TASK STATEMENT ▸ Copy out the entries below precisely; nothing is to be omitted.

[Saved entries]
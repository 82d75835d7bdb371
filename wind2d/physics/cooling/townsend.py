"""Exact integration of radiative cooling (Townsend 2009, ApJS 181, 391) and
its extension to cooling with heating.

At fixed density the gas temperature obeys

    dT/dt = K (h - Lambda(T)),     K = T_u (gamma - 1) rho,  h = H / rho^2,

in code units where the cooling per volume is ``rho^2 Lambda(T)`` (the curve
scaled once by ``X^2 (rho_u / m_H)^2 t_u / P_u``), ``H`` is the heating per
volume and ``T_u = mu m_H v_u^2 / k_B`` converts ``p / rho`` to kelvin.
``Lambda`` is a piecewise power law (``curves.py``): on segment ``k``,
``Lambda = L_k (T / T_k)^a_k``.

Cooling only (h = 0): Townsend's exact integration
---------------------------------------------------
With the reference node ``T_r`` (the top node) and ``L_r = Lambda(T_r)``, the
temporal evolution function

    Y(T) = (L_r / T_r) int_T^{T_r} dT' / Lambda(T')

is, on segment k (``x = ln(T / T_k)``, ``pw(c, x) = (e^{c x} - 1) / c``),

    Y(T) = Y_k - (L_r / T_r) (T_k / L_k) pw(1 - a_k, x),

with ``Y_k`` summed down from ``Y_{top} = 0``.  The step is exact for any
``dt``:  ``Y(T^{n+1}) = Y(T^n) + K L_r dt / T_r``, inverted segment by
segment (``x = log1p(c s) / c``).  A step that ends in the segment where it
starts is evaluated relative to ``T^n`` (the same formula, written without
``Y``, which saturates for ``a > 1`` far above the reference node and would
cost digits).  Cooling stops at ``T_lo`` (the larger of the curve's first node
and the floor); a power law with exponent below 1 reaches it in finite time.
No sub-steps and no time-step limit.

Cooling with heating: exact solution of the scalar ODE
------------------------------------------------------
Townsend's method covers cooling alone.  With heating, ``h`` is still
constant during a step (it depends on density only), so the step is the flow
of an autonomous scalar ODE: ``T`` moves monotonically and never crosses an
equilibrium ``Lambda(T) = h``.  :func:`net_exact` walks through the pieces
between barriers (segment nodes, the heating switch-off temperature, the
floor, the ceiling), using on each the time to traverse it, and solves for the
end point inside the piece where the time runs out.  On a segment with
``a != 0`` (``q_k = L_k / h``, ``u = ln q_k + a x``, pole ``x_* = -ln(q_k)/a``
where ``Lambda = h``):

    t = (T_k / (K h)) int e^x dx / (1 - e^u),

evaluated to round-off with three representations chosen by ``|u|``:

* far from equilibrium (``|u| >= 4``): the geometric series of
  ``1/(1 - e^u)`` (ratio ``<= e^-4``), integrated term by term;
* near it (``|u| < min(1, |a|)``): with ``d = x - x_*``,
  ``e^x / (1 - e^u) = -e^{x_*} e^d B(a d) / (a d)``, ``B(z) = z / (e^z - 1)``
  expanded with Bernoulli numbers, so ``t`` is ``-(e^{x_*}/a)[ln|d| + P(d)]``
  with a convergent power series ``P`` (40 terms): the logarithmic approach
  to the equilibrium is exact and the end point is found by Newton's method
  in ``ln|d|``;
* in between, and on any interval shorter than half the distance to the
  pole: Gauss-Legendre panels in ``x`` with as many points (up to 10) as the
  distance of the nearest singularity requires for 1e-17.

End points away from the near regime come from a safeguarded Newton iteration
in ``x`` that carries the integral along.  Segments with ``a = 0``,
cooling-free ranges and heating-free pieces are integrated in closed form
(the last by the Townsend formula of the segment).  When the net rate changes
sign across a barrier (heating switched off above ``T_off``, the ceiling, the
floor, a jump of a discontinuous curve) the gas stays at the barrier; the
heating recorded there is the rate that balances cooling, ``min(h, Lambda)``.
A short step inside one segment uses the 4th-order Taylor series of the
solution instead, when its remainder (about ``T delta E^4 / 120``, ``delta``
the fractional change and ``E`` the step over the relaxation time plus
``delta (|a| + 3)``) is below round-off.  tests/test_cooling_exact.py checks
all of this against scipy's solve_ivp.

Energy bookkeeping: the heating added is ``rho^2 int h_eff dt`` (exact, ``h``
is constant on every piece); the energy radiated is that heating minus the
change of the internal energy, so the budget closes to round-off.
"""
from __future__ import annotations

import math

import numpy as np
from numba import njit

SOLUTION BELOW ▸
repository 82d75835d7bdb371
filename wind2d/physics/cooling/townsend.py
"""Exact integration of radiative cooling (Townsend 2009, ApJS 181, 391) and
its extension to cooling with heating.

At fixed density the gas temperature obeys

    dT/dt = K (h - Lambda(T)),     K = T_u (gamma - 1) rho,  h = H / rho^2,

in code units where the cooling per volume is ``rho^2 Lambda(T)`` (the curve
scaled once by ``X^2 (rho_u / m_H)^2 t_u / P_u``), ``H`` is the heating per
volume and ``T_u = mu m_H v_u^2 / k_B`` converts ``p / rho`` to kelvin.
``Lambda`` is a piecewise power law (``curves.py``): on segment ``k``,
``Lambda = L_k (T / T_k)^a_k``.

Cooling only (h = 0): Townsend's exact integration
---------------------------------------------------
With the reference node ``T_r`` (the top node) and ``L_r = Lambda(T_r)``, the
temporal evolution function

    Y(T) = (L_r / T_r) int_T^{T_r} dT' / Lambda(T')

is, on segment k (``x = ln(T / T_k)``, ``pw(c, x) = (e^{c x} - 1) / c``),

    Y(T) = Y_k - (L_r / T_r) (T_k / L_k) pw(1 - a_k, x),

with ``Y_k`` summed down from ``Y_{top} = 0``.  The step is exact for any
``dt``:  ``Y(T^{n+1}) = Y(T^n) + K L_r dt / T_r``, inverted segment by
segment (``x = log1p(c s) / c``).  A step that ends in the segment where it
starts is evaluated relative to ``T^n`` (the same formula, written without
``Y``, which saturates for ``a > 1`` far above the reference node and would
cost digits).  Cooling stops at ``T_lo`` (the larger of the curve's first node
and the floor); a power law with exponent below 1 reaches it in finite time.
No sub-steps and no time-step limit.

Cooling with heating: exact solution of the scalar ODE
------------------------------------------------------
Townsend's method covers cooling alone.  With heating, ``h`` is still
constant during a step (it depends on density only), so the step is the flow
of an autonomous scalar ODE: ``T`` moves monotonically and never crosses an
equilibrium ``Lambda(T) = h``.  :func:`net_exact` walks through the pieces
between barriers (segment nodes, the heating switch-off temperature, the
floor, the ceiling), using on each the time to traverse it, and solves for the
end point inside the piece where the time runs out.  On a segment with
``a != 0`` (``q_k = L_k / h``, ``u = ln q_k + a x``, pole ``x_* = -ln(q_k)/a``
where ``Lambda = h``):

    t = (T_k / (K h)) int e^x dx / (1 - e^u),

evaluated to round-off with three representations chosen by ``|u|``:

* far from equilibrium (``|u| >= 4``): the geometric series of
  ``1/(1 - e^u)`` (ratio ``<= e^-4``), integrated term by term;
* near it (``|u| < min(1, |a|)``): with ``d = x - x_*``,
  ``e^x / (1 - e^u) = -e^{x_*} e^d B(a d) / (a d)``, ``B(z) = z / (e^z - 1)``
  expanded with Bernoulli numbers, so ``t`` is ``-(e^{x_*}/a)[ln|d| + P(d)]``
  with a convergent power series ``P`` (40 terms): the logarithmic approach
  to the equilibrium is exact and the end point is found by Newton's method
  in ``ln|d|``;
* in between, and on any interval shorter than half the distance to the
  pole: Gauss-Legendre panels in ``x`` with as many points (up to 10) as the
  distance of the nearest singularity requires for 1e-17.

End points away from the near regime come from a safeguarded Newton iteration
in ``x`` that carries the integral along.  Segments with ``a = 0``,
cooling-free ranges and heating-free pieces are integrated in closed form
(the last by the Townsend formula of the segment).  When the net rate changes
sign across a barrier (heating switched off above ``T_off``, the ceiling, the
floor, a jump of a discontinuous curve) the gas stays at the barrier; the
heating recorded there is the rate that balances cooling, ``min(h, Lambda)``.
A short step inside one segment uses the 4th-order Taylor series of the
solution instead, when its remainder (about ``T delta E^4 / 120``, ``delta``
the fractional change and ``E`` the step over the relaxation time plus
``delta (|a| + 3)``) is below round-off.  tests/test_cooling_exact.py checks
all of this against scipy's solve_ivp.

Energy bookkeeping: the heating added is ``rho^2 int h_eff dt`` (exact, ``h``
is constant on every piece); the energy radiated is that heating minus the
change of the internal energy, so the budget closes to round-off.
"""
from __future__ import annotations

import math

import numpy as np
from numba import njit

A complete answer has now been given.